> **Brief**
Every line containing the word "name" is to be copied from the data below.

::: Available data

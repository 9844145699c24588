/**
 * Every field of the bundle document, each with what it may hold by itself; bundle-check.ts holds them against each other.
 */
import { z } from 'zod';
import { binary } from './binary.ts';
import { BUNDLE_KINDS, type Bundle, CROSSING_KNOTS } from './bundle.ts';
import { type ChannelColumns, channelColumnsSchema } from './channel-columns.ts';
import { MAX_CHANNELS, MAX_HORIZON, MAX_LAG_TICKS, MAX_ROUND_TICKS, MAX_TICK_MS, MIN_TICK_MS } from './limits.ts';
import { isName, NAME_RULE } from './name.ts';

const bytes = binary();
const digest = binary(32);
const name = z.string().refine(isName, `expected ${NAME_RULE}`);
const positive = z.number().positive();
const time = z.int().min(-8.64e15).max(8.64e15);
const seed = z
  .int()
  .min(0)
  .max(2 ** 32 - 1);
const count = z.int().min(0);
const share = z.number().gt(0).lt(1);

/** A matrix as it stands in a document; lengths are checked where the shape is known. */
export const tensorSchema = z.strictObject({
  type: z.enum(['i8', 'i16', 'f32', 'f64']),
  rows: count,
  cols: count,
  scales: bytes,
  data: bytes,
});

/** Tensors and numbers of the linear kind. */
export const linearSchema = z.strictObject({
  decays: z.array(share).max(64),
  resonators: z.array(z.tuple([z.number(), z.number()])).max(64),
  lags: z.array(z.int().min(1).max(MAX_LAG_TICKS)).max(64),
  level: z.literal(true).optional(),
  featureExponents: tensorSchema,
  bottleneck: tensorSchema,
  readout: tensorSchema,
  own: tensorSchema.optional(),
  horizonBasis: tensorSchema,
});

/** Tensors and numbers of the dense kind. */
export const denseSchema = z.strictObject({
  pairs: count,
  poles: tensorSchema,
  drive: tensorSchema,
  level: z.literal(true).optional(),
  readout: tensorSchema,
  horizonBasis: tensorSchema,
  lags: z.array(z.int().min(1).max(MAX_LAG_TICKS)).max(64).optional(),
  lagged: tensorSchema.optional(),
});

/** Random features beside the linear kind. */
export const featuresSchema = z.strictObject({
  seed,
  count: z.int().min(1).max(16_384),
  states: count,
  channels: z.array(count).max(MAX_CHANNELS),
  lags: z.array(z.int().min(1).max(1024)).max(64),
  scale: z.array(z.number().min(0).max(1e6)).max(4096 + MAX_CHANNELS),
  projection: tensorSchema,
  offset: tensorSchema,
  readout: tensorSchema,
});

/** What the switched kind adds to the linear one. */
export const switchedSchema = z.strictObject({
  modes: z.int().min(2).max(64),
  discrete: z.array(count).max(MAX_CHANNELS),
  driven: z.array(count).max(MAX_CHANNELS),
  forecast: z.array(count).max(MAX_CHANNELS),
  share: tensorSchema,
  centre: tensorSchema,
  spread: tensorSchema,
  slope: tensorSchema,
  habit: z.number().min(0).lt(1),
  drift: tensorSchema,
  coupling: tensorSchema,
  pairs: z.array(z.tuple([count, count])).max(4096),
  landing: tensorSchema,
  hazard: tensorSchema,
  dwellTicks: z.int().min(1).max(1_000_000),
  decays: z.array(share).min(1).max(16),
  limit: tensorSchema,
  floodFrom: tensorSchema,
  stops: tensorSchema,
  featureScale: tensorSchema,
  outlook: tensorSchema,
  outlookBasis: tensorSchema,
  seasonTicks: count,
  season: tensorSchema,
  doubt: tensorSchema,
  doubtScale: tensorSchema,
  correction: z
    .strictObject({
      count: z.int().min(1).max(4096),
      readout: tensorSchema,
      basis: tensorSchema,
      limit: tensorSchema,
    })
    .optional(),
});

/** Tensors and numbers of the driven kind. */
export const drivenSchema = z.strictObject({
  seed,
  width: positive,
  members: z.int().min(1).max(64),
  hidden: z.int().min(0).max(64),
  features: z.int().min(1).max(4096),
  linear: tensorSchema,
  gain: tensorSchema,
  start: tensorSchema,
  sensor: z.array(z.tuple([z.number(), z.number()])).max(MAX_CHANNELS),
  fadeDecays: z.array(share).min(1).max(16),
  meanDecays: z.array(share).min(1).max(16),
  deviation: tensorSchema,
  inputs: tensorSchema,
  settleTicks: count,
});

/** What a plan of the inputs adds. */
export const responseSchema = z.strictObject({
  inputs: z.array(count).min(1).max(MAX_CHANNELS),
  decays: z.array(share).max(64),
  delay: z.array(count).max(65_536),
  gain: tensorSchema,
  looks: z.array(z.int().min(1).max(MAX_HORIZON)).max(64),
  readout: tensorSchema,
  basis: tensorSchema,
  surprise: z.array(z.number().min(0)).max(MAX_CHANNELS),
});

/** What a round ago is taken away. */
export const roundSchema = z.strictObject({
  ticks: z.int().min(1).max(MAX_ROUND_TICKS),
  weight: z.array(z.number().min(0).max(1)).min(1).max(MAX_CHANNELS),
});

/** What the channels say of each other. */
export const agreementSchema = z.strictObject({
  weights: tensorSchema,
  offset: z.array(z.number()).max(MAX_CHANNELS),
  scale: z.array(z.number().min(0)).max(MAX_CHANNELS),
  limit: z.array(z.number().min(0)).max(MAX_CHANNELS),
});

/** Where long gaps fade to. */
export const seasonalSchema = z.strictObject({ periodTicks: count, table: tensorSchema });

/** Half-widths of the bounds. */
export const boundsSchema = z.strictObject({
  coverage: share,
  radius: tensorSchema,
  rate: share,
  longRate: z.number().positive().max(100).optional(),
  crossing: z.array(z.number().min(0).max(1)).length(CROSSING_KNOTS.length).optional(),
  crossingFresh: z.number().positive().max(1).optional(),
  crossingBySignal: z
    .array(
      z
        .strictObject({
          low: z.int().min(-1e6).max(1e6),
          high: z.int().min(-1e6).max(1e6),
          percent: z.array(z.int().min(0).max(100)).length(CROSSING_KNOTS.length),
        })
        .nullable(),
    )
    .max(MAX_CHANNELS)
    .optional(),
});

/** When a reading is passed over. */
export const guardSchema = z.strictObject({
  rejectSd: positive,
  maxTicks: count,
  confirmsJumps: z.literal(true).optional(),
  bridgesGaps: z.literal(true).optional(),
  stuck: z.array(z.int().min(0).max(65_535)).max(MAX_CHANNELS).optional(),
  rests: z.array(z.array(z.number()).max(64)).max(MAX_CHANNELS).optional(),
  stuckActs: z.literal(true).optional(),
});

/** Gates of trial and probation. */
export const gatesSchema = z.strictObject({ worseRatio: positive, trialTicks: count, probationTicks: count });

/** What it was learned from. */
export const provenanceSchema = z.strictObject({
  historyDigest: digest,
  surveyDigest: digest,
  firstMs: time,
  lastMs: time,
  ticks: count,
  previous: digest.nullable(),
  seed,
  options: z.string().max(8192),
  versions: z.record(z.string().min(1).max(64), z.string().max(64)),
});

/** The judge's numbers. */
export const judgeSchema = z.strictObject({
  horizons: z.array(z.int().min(1).max(MAX_HORIZON)).max(64),
  rivals: z.array(z.string().min(1).max(64)).max(16),
  mse: tensorSchema,
  skill: tensorSchema,
  coverage: tensorSchema,
  verdicts: z.array(z.string().min(1).max(400)),
  hasSkill: z.boolean(),
  override: z.string().min(1).max(1000).nullable(),
});

/** The replay that proves the arithmetic. */
export const probeSchema = z.strictObject({
  seed,
  ticks: z.int().min(1).max(100_000),
  digest,
  last: z.array(z.number()).max(MAX_HORIZON),
});

/** A bundle as it stands in a document: channels by column. */
export type BundleDocument = Omit<Bundle, 'channels'> & { readonly channels: ChannelColumns };

/** The whole document. */
export const bundleSchema = z.strictObject({
  format: z.int(),
  arithmetic: z.int(),
  kind: z.enum(BUNDLE_KINDS),
  site: name,
  equipmentClass: name,
  schema: digest,
  madeAtMs: time,
  tickMs: z.int().min(MIN_TICK_MS).max(MAX_TICK_MS),
  horizon: z.int().min(1).max(MAX_HORIZON),
  channels: channelColumnsSchema,
  linear: linearSchema.optional(),
  dense: denseSchema.optional(),
  features: featuresSchema.optional(),
  switched: switchedSchema.optional(),
  driven: drivenSchema.optional(),
  response: responseSchema.optional(),
  round: roundSchema.optional(),
  agreement: agreementSchema.optional(),
  seasonal: seasonalSchema,
  bounds: boundsSchema,
  guard: guardSchema,
  warmupTicks: count,
  gates: gatesSchema,
  provenance: provenanceSchema,
  judge: judgeSchema,
  probe: probeSchema,
}) satisfies z.ZodType<BundleDocument>;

::::::

> **Solution for this exercise**
import { isName, NAME_RULE } from './name.ts';
const name = z.string().refine(isName, `expected ${NAME_RULE}`);
  site: name,
  equipmentClass: name,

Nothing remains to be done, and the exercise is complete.